Holger Hans Peter Freyther wrote:
> Here is the starvation theory for the ping:
>
> We have a LLC frame (or many queued up)... we schedule the polls and
> at the final_ack indicate we decide to re-use the TBF. This means that
> we will schedule another PACKET DOWNLINK ASSIGNMENT. But at the same
> time we either want to honor the "rh->si" or want to schedule the ACK
> due SEND_ACK_AFTER_FRAMES.
>   
the idea behind priority of PACKET DOWNLINK ASSIGNMENT is that i do not
want the phone to switch back to idle mode. if i would ACK all uplink
blocks, the MS might switch back to idle mode immediately and will never
receive the PACKET DOWNLINK ASSIGNMENT.

when there was an ongoing downlink tbf, the phone keeps in transfer mode
until T3193 fires, so in case of a tbf re-use we can safely schedule a
PACKET UPLINK ACK/NACK prior PACKET DOWNLINK ASSIGNMENT.
> So we more or less want to send "PACKET DOWNLINK ASSIGNMENT" and the
> "PACKET UPLINK ACK" at the same time (with more DL tbfs/traffic this
> is getting more likely) but currently we will always prefer the PACKET
> DOWNLINK ASSIGNMENT. This means that the uplink will starve (e.g. the
> window stalled, rh->si means that the uplink will starve (the window
> will stall, rh->si being set, etc).
>   
once we sent PACKET DOWNLINK ASSIGNMENT we can ACK the uplink blocks
right afterwards. this should resolve the stalled window just a bit
later. this is my theory, but your tests showed that this does not work
as i would expect.


From andreas at eversberg.eu  Wed Nov 27 08:06:00 2013
From: andreas at eversberg.eu (Andreas Eversberg)
Date: Wed, 27 Nov 2013 09:06:00 +0100
Subject: Summary of osmo-pcu failures/defects
In-Reply-To: <20131126082256.GH32012@xiaoyu.lan>
References: <20131124180535.GA8222@xiaoyu.lan> <5292FB2B.6060308@eversberg.eu>
	<20131126082256.GH32012@xiaoyu.lan>
Message-ID: <5295A7E8.4010406@eversberg.eu>

Holger Hans Peter Freyther wrote:
> Are you referring to 9.1.3.1 "Acknowledge state array V(B) for GPRS
> TBF Mode"?
>   
yes, the protocol sends all unacknowledged blocks in a loop until all
blocks are acknowledged and the tbf is complete.
> With statistics in place it appears that for CS4 close to 50% of the
> sent RLC blocks are re-sends.

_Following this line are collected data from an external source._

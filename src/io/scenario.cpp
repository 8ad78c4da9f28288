// Stress scenario files and quick grids. See include/firmcall/scenario.hpp.
#include "firmcall/io/scenario.hpp"

#include <yaml-cpp/yaml.h>

#include <algorithm>
#include <charconv>
#include <cmath>
#include <set>

#include "firmcall/book/errors.hpp"
#include "io/yaml_util.hpp"

namespace firmcall {

std::string_view to_string(FilterKey key) noexcept {
  switch (key) {
    case FilterKey::sector:
      return "sector";
    case FilterKey::country:
      return "country";
    case FilterKey::currency:
      return "currency";
    case FilterKey::ids:
      return "ids";
    case FilterKey::count:
      break;
  }
  return "";
}

namespace {

// The obligor text field a filter key compares with.
TextField field_of(FilterKey key) noexcept {
  switch (key) {
    case FilterKey::sector:
      return TextField::sector;
    case FilterKey::country:
      return TextField::country;
    case FilterKey::currency:
      return TextField::currency;
    case FilterKey::ids:
    case FilterKey::count:
      break;
  }
  return TextField::id;
}

const std::initializer_list<std::string_view> kTopKeys = {"description", "scenarios"};
const std::initializer_list<std::string_view> kScenarioKeys = {"name", "description", "shocks"};
const std::initializer_list<std::string_view> kShockKeys = {
    "filter",        "equity_change",        "equity_vol_multiplier", "equity_vol_add_points",
    "rate_shift_bp", "default_point_change", "horizon_years"};
const std::initializer_list<std::string_view> kFilterKeys = {"sector", "country", "currency", "ids"};

// The numeric keys of a shock, in the order they are checked, each with its constraint.
struct ShockValue {
  const char* key;
  double Shock::*field;
  bool (*ok)(double);
  const char* constraint;
};
constexpr ShockValue kShockValues[] = {
    {"equity_change", &Shock::equity_change, [](double v) { return v > -1.0; },
     "must be greater than -1 (a relative change of -1 or less makes the equity value non-positive)"},
    {"equity_vol_multiplier", &Shock::equity_vol_multiplier, [](double v) { return v > 0.0; },
     "must be positive (a factor on equity volatility)"},
    {"equity_vol_add_points", &Shock::equity_vol_add_points, [](double v) { return std::fabs(v) <= 1000.0; },
     "volatility points (5 means +0.05) between -1000 and 1000"},
    {"rate_shift_bp", &Shock::rate_shift_bp, [](double v) { return std::fabs(v) <= 10000.0; },
     "basis points (25 means +0.0025) between -10000 and 10000"},
    {"default_point_change", &Shock::default_point_change, [](double v) { return v > -1.0; },
     "must be greater than -1 (a relative change of -1 or less makes the default point non-positive)"},
    {"horizon_years", &Shock::horizon_years, [](double v) { return v > 0.0 && v <= 100.0; },
     "must be positive years, at most 100"},
};

std::string shortest(double v) {
  char buf[32];
  const auto r = std::to_chars(buf, buf + sizeof buf, v);
  return std::string(buf, r.ptr);
}

// Reads one scenario file, keeping the file name and the context ("scenario 'x', shock 2") for
// every message.
class Reader {
 public:
  explicit Reader(const std::string& origin) : origin_(origin) {}

  [[noreturn]] void fail(const YAML::Node& node, const std::string& context, const std::string& what) const {
    throw InputError(located(origin_, detail::yaml_line(node), context + ": " + what));
  }

  double number(const YAML::Node& node, const std::string& context, std::string_view key) const {
    const std::string k = "key '" + std::string(key) + "'";
    if (!node.IsScalar()) fail(node, context, k + ": expected a number");
    double v = 0.0;
    bool ok = false;
    try {
      v = node.as<double>();
      ok = std::isfinite(v);
    } catch (const YAML::Exception&) {
      ok = false;
    }
    if (!ok) fail(node, context, k + ": expected a finite number, got '" + node.Scalar().substr(0, 40) + "'");
    return v;
  }

  std::string text(const YAML::Node& node, const std::string& context, std::string_view key) const {
    if (!node.IsScalar()) fail(node, context, "key '" + std::string(key) + "': expected a single value");
    return node.Scalar();
  }

  void check_keys(const YAML::Node& node, std::initializer_list<std::string_view> allowed,
                  const std::string& context) const {
    detail::yaml_check_keys(node, allowed, origin_, context);
  }

  FilterValues filter_values(const YAML::Node& node, const std::string& context, FilterKey key) const {
    FilterValues fv;
    fv.line = std::max<std::size_t>(detail::yaml_line(node), 1);
    const std::string k = "key '" + std::string(to_string(key)) + "'";
    const auto add = [&](const YAML::Node& item) {
      if (!item.IsScalar() || item.Scalar().empty()) {
        fail(item, context, k + ": expected a non-empty name or a list of names");
      }
      fv.names.push_back(item.Scalar());
      fv.lines.push_back(detail::yaml_line(item));
    };
    if (node.IsSequence()) {
      if (node.size() == 0)
        fail(node, context, k + ": empty list (name at least one " + std::string(to_string(key)) + ")");
      for (const auto& item : node) add(item);
    } else {
      add(node);
    }
    fv.sorted = fv.names;
    std::sort(fv.sorted.begin(), fv.sorted.end());
    fv.sorted.erase(std::unique(fv.sorted.begin(), fv.sorted.end()), fv.sorted.end());
    return fv;
  }

  ScenarioShock shock(const YAML::Node& node, const std::string& context) const {
    ScenarioShock out;
    out.line = detail::yaml_line(node);
    if (!node.IsMap()) fail(node, context, "expected a map of shock: value");
    check_keys(node, kShockKeys, context);
    bool changes = false;
    for (const ShockValue& k : kShockValues) {
      if (const auto n = node[k.key]) {
        const double v = number(n, context, k.key);
        if (!k.ok(v))
          fail(n, context, "key '" + std::string(k.key) + "': " + k.constraint + ", got " + shortest(v));
        out.shock.*k.field = v;
        changes = true;
      }
    }
    if (const auto f = node["filter"]) {
      const std::string fctx = context + ", filter";
      if (!f.IsMap() || f.size() == 0) {
        fail(f, context,
             "key 'filter': empty filter (give sector, country, currency or ids; leave 'filter' out to shock "
             "every obligor)");
      }
      check_keys(f, kFilterKeys, fctx);
      for (std::size_t i = 0; i < kFilterKeyCount; ++i) {
        const auto key = static_cast<FilterKey>(i);
        if (const auto n = f[std::string(to_string(key))]) out.filter.keys[i] = filter_values(n, fctx, key);
      }
    }
    if (!changes) {
      fail(node, context,
           "no change given (give at least one of equity_change, equity_vol_multiplier, "
           "equity_vol_add_points, "
           "rate_shift_bp, default_point_change, horizon_years)");
    }
    return out;
  }

  ScenarioSet read(const std::string& yaml_text) const {
    ScenarioSet set;
    set.origin = origin_;
    const YAML::Node root = detail::yaml_load(yaml_text, origin_);
    if (!root.IsMap()) {
      throw InputError(located(origin_, detail::yaml_line(root), "expected a map with a 'scenarios' list"));
    }
    check_keys(root, kTopKeys, "scenario file");
    if (root["description"]) set.description = text(root["description"], "scenario file", "description");
    const YAML::Node list = root["scenarios"];
    if (!list) throw InputError(located(origin_, 0, "missing key 'scenarios' (the list of scenarios)"));
    if (!list.IsSequence() || list.size() == 0) {
      fail(list, "scenario file", "key 'scenarios': expected a non-empty list of scenarios");
    }
    std::set<std::string> names;
    std::size_t index = 0;
    for (const auto& node : list) {
      ++index;
      std::string context = "scenario " + std::to_string(index);
      if (!node.IsMap()) fail(node, context, "expected a map with name and shocks");
      check_keys(node, kScenarioKeys, context);
      Scenario sc;
      sc.line = detail::yaml_line(node);
      if (!node["name"]) fail(node, context, "missing key 'name'");
      sc.name = text(node["name"], context, "name");
      if (sc.name.find_first_not_of(" \t") == std::string::npos) {
        fail(node["name"], context, "key 'name': must not be empty");
      }
      if (!names.insert(sc.name).second) {
        fail(node["name"], context, "key 'name': '" + sc.name + "' is used by an earlier scenario");
      }
      context = "scenario '" + sc.name + "'";
      if (node["description"]) sc.description = text(node["description"], context, "description");
      const YAML::Node shocks = node["shocks"];
      if (!shocks) fail(node, context, "missing key 'shocks' (the list of shocks)");
      if (!shocks.IsSequence() || shocks.size() == 0) {
        fail(shocks, context, "key 'shocks': expected a non-empty list of shocks");
      }
      std::size_t k = 0;
      for (const auto& s : shocks) {
        ++k;
        sc.shocks.push_back(shock(s, context + ", shock " + std::to_string(k)));
      }
      set.scenarios.push_back(std::move(sc));
    }
    return set;
  }

 private:
  const std::string& origin_;
};

}  // namespace

bool FilterValues::contains(std::string_view name) const {
  return std::binary_search(sorted.begin(), sorted.end(), name,
                            [](std::string_view a, std::string_view b) { return a < b; });
}

bool ShockFilter::any() const noexcept {
  return std::any_of(keys.begin(), keys.end(), [](const FilterValues& f) { return f.used(); });
}

bool ShockFilter::matches(const ObligorRecord& rec) const {
  for (std::size_t i = 0; i < kFilterKeyCount; ++i) {
    const FilterValues& f = keys[i];
    if (!f.used()) continue;
    if (!f.contains(rec.get(field_of(static_cast<FilterKey>(i))))) return false;
  }
  return true;
}

ShockEffect Scenario::effect_for(const ObligorRecord& rec) const {
  ShockEffect e;
  for (const ScenarioShock& s : shocks) {
    if (s.filter.matches(rec)) e.add(s.shock);
  }
  return e;
}

ScenarioSet parse_scenarios(const std::string& yaml_text, const std::string& origin) {
  return Reader(origin).read(yaml_text);
}

ScenarioSet load_scenarios(const std::string& path) {
  return parse_scenarios(detail::read_text_file(path, kMaxScenarioFileBytes, "a scenario file"), path);
}

void check_filters(const ScenarioSet& set, const Book& book) {
  // Names present in the book, per filter key.
  std::array<std::vector<std::string>, kFilterKeyCount> present;
  for (std::size_t i = 0; i < kFilterKeyCount; ++i) {
    const TextField field = field_of(static_cast<FilterKey>(i));
    auto& names = present[i];
    names.reserve(book.obligors.size());
    for (const auto& rec : book.obligors) {
      if (!rec.get(field).empty()) names.push_back(rec.get(field));
    }
    std::sort(names.begin(), names.end());
    names.erase(std::unique(names.begin(), names.end()), names.end());
  }
  for (const Scenario& sc : set.scenarios) {
    std::size_t k = 0;
    for (const ScenarioShock& s : sc.shocks) {
      ++k;
      for (std::size_t i = 0; i < kFilterKeyCount; ++i) {
        const FilterValues& f = s.filter.keys[i];
        const auto key = static_cast<FilterKey>(i);
        for (std::size_t j = 0; j < f.names.size(); ++j) {
          if (std::binary_search(present[i].begin(), present[i].end(), f.names[j])) continue;
          std::string msg = "scenario '" + sc.name + "', shock " + std::to_string(k) + ", filter: key '" +
                            std::string(to_string(key)) + "': '" + f.names[j] + "' matches no obligor of " +
                            book.origin;
          // Two edits can turn any two-letter name into any other: suggest only for longer ones.
          const std::string hint = f.names[j].size() > 2 ? detail::closest_name(f.names[j], present[i]) : "";
          if (!hint.empty()) msg += " (did you mean '" + hint + "'?)";
          throw InputError(located(set.origin, f.lines[j], msg));
        }
      }
      // Every name matches some obligor, but together the keys might still exclude all of them.
      if (s.filter.any() && std::none_of(book.obligors.begin(), book.obligors.end(),
                                         [&](const ObligorRecord& rec) { return s.filter.matches(rec); })) {
        throw InputError(located(set.origin, s.line,
                                 "scenario '" + sc.name + "', shock " + std::to_string(k) +
                                     ", filter: no obligor of " + book.origin +
                                     " matches every key at once"));
      }
    }
  }
}

std::vector<Scenario> grid_scenarios(const std::vector<double>& equity_changes,
                                     const std::vector<double>& vol_multipliers) {
  std::vector<Scenario> out;
  for (std::size_t r = 0; r < equity_changes.size(); ++r) {
    for (std::size_t c = 0; c < vol_multipliers.size(); ++c) {
      Scenario sc;
      char buf[96];
      std::snprintf(buf, sizeof buf, "equity %+g%% vol x%g", 100.0 * equity_changes[r], vol_multipliers[c]);
      sc.name = buf;
      ScenarioShock s;
      s.shock.equity_change = equity_changes[r];
      s.shock.equity_vol_multiplier = vol_multipliers[c];
      sc.shocks.push_back(s);
      sc.grid_row = static_cast<int>(r);
      sc.grid_column = static_cast<int>(c);
      out.push_back(std::move(sc));
    }
  }
  return out;
}

}  // namespace firmcall
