HistorySummary run_history(const HistorySources& src, const ScoreSettings& score_settings,
                           const HistorySettings& settings, const HistoryBookOptions& run,
                           const TextSink& sink, const TextSink* series) {
  const Book& book = *src.book;
  const auto writer = make_history_writer(run.format, src, settings, run.estimator);
  HistorySummary summary;
  summary.notes = input_notes(src);
  {
    std::string s;
    writer->begin(s);
    sink(s);
  }
  if (series != nullptr) (*series)("date,id,equity_value,default_point,asset_value,distance_to_default,pd\n");

  const unsigned threads = std::max(1U, run.threads);
  std::vector<Worker> workers(threads);
  const std::size_t total = book.obligors.size();
  const std::size_t batch = std::max<std::size_t>(1, run.batch_obligors);
  for (std::size_t base = 0; base < total; base += batch) {
    const std::size_t n = std::min(batch, total - base);
    for (Worker& wk : workers) {
      wk.out.clear();
      wk.series.clear();
    }
    parallel_slices(
        n, threads,
        [&](unsigned w, std::size_t b, std::size_t e) {
          Worker& wk = workers[w];
          for (std::size_t i = base + b; i < base + e; ++i) {
            const ObligorRecord& rec = book.obligors[i];
            estimate_one(rec, src, score_settings, settings, run.estimator, wk.joined, wk.ws, wk.result);
            if (i > 0) wk.out.append(writer->separator());
            writer->row(rec, wk.result, wk.out);
            if (series != nullptr && wk.result.status == RowStatus::ok) {
              append_series(rec.get(TextField::id), wk.joined, wk.ws, wk.series);
            }
            wk.tally(i, rec, src.history->origin, run.max_listed_problems);
          }
        },
        16);
    for (Worker& wk : workers) {
      sink(wk.out);
      if (series != nullptr) (*series)(wk.series);
    }
    if (run.progress) run.progress(base + n, total);
  }
  merge_workers(workers, run.max_listed_problems, summary);
  summary.total = total;
  std::string s;
  writer->end(summary, s);
  sink(s);
  return summary;
}

ScoreSummary score_with_history(const HistorySources& src, const ScoreSettings& score_settings,
                                const HistorySettings& settings, VolEstimator estimator,
                                const ScoreBookOptions& run, const TextSink& sink) {
  Book scored = *src.book;
  scored.notes.insert(scored.notes.end(), src.history->notes.begin(), src.history->notes.end());
  if (src.sheets != nullptr)
    scored.notes.insert(scored.notes.end(), src.sheets->notes.begin(), src.sheets->notes.end());
  JoinedHistory j;
  std::size_t notes = 0;
  for (ObligorRecord& rec : scored.obligors) {
    if (!rec.read_error.empty()) continue;
    join_history(rec, src, score_settings, j);
    if (!j.ok()) {
      rec.read_error = j.message({});
      continue;
    }
    for (const LocatedProblem& note : j.notes) {
      if (notes++ < run.max_listed_problems) {
        scored.notes.push_back(located(src.history->origin, note.line,
                                       obligor_prefix(rec.get(TextField::id)) + "note: " + note.text));
      }
    }
    const HistoryCheck check = validate(j.view(), settings);
    if (!check.ok()) {
      AssetDynamics a;
      a.status = check.status;
      a.message = check.message;
      a.bad_index = check.index;
      rec.read_error = core_problem(j, a, settings, src.history->origin, {});
      continue;
    }
    const EquityVolEstimate v = estimate_equity_vol(j.view(), settings);
    rec.set(NumField::market_cap, j.equity_value.back());
    rec.set(NumField::equity_vol, estimator == VolEstimator::ewma ? v.ewma_annual : v.simple_annual);
    if (j.last_default_point_from_sheet) rec.set(NumField::default_point, j.default_point.back());
  }
  if (notes > run.max_listed_problems) {
    scored.notes.push_back("... and " + std::to_string(notes - run.max_listed_problems) +
                           " more obligor notes");
  }
  return score_book(scored, score_settings, run, sink);
}

}  // namespace firmcall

Is that what you expected when implementing
> it?
>   
if there is a continuous download (opening a web page), there should be
almost no re-sends unless the window stalls or the download is complete.
in case of a ping with several small tbfs, there are re-sends due to the
delay between PCU and the radio interface: the PCU sends the final block
of a tbf (polling bit set) and then waits for PACKET DOWNLINK ACK/NACK.
higher delay will cause more re-sends for each tbf at the end, so
smaller tbf will cause more percentage of re-sends.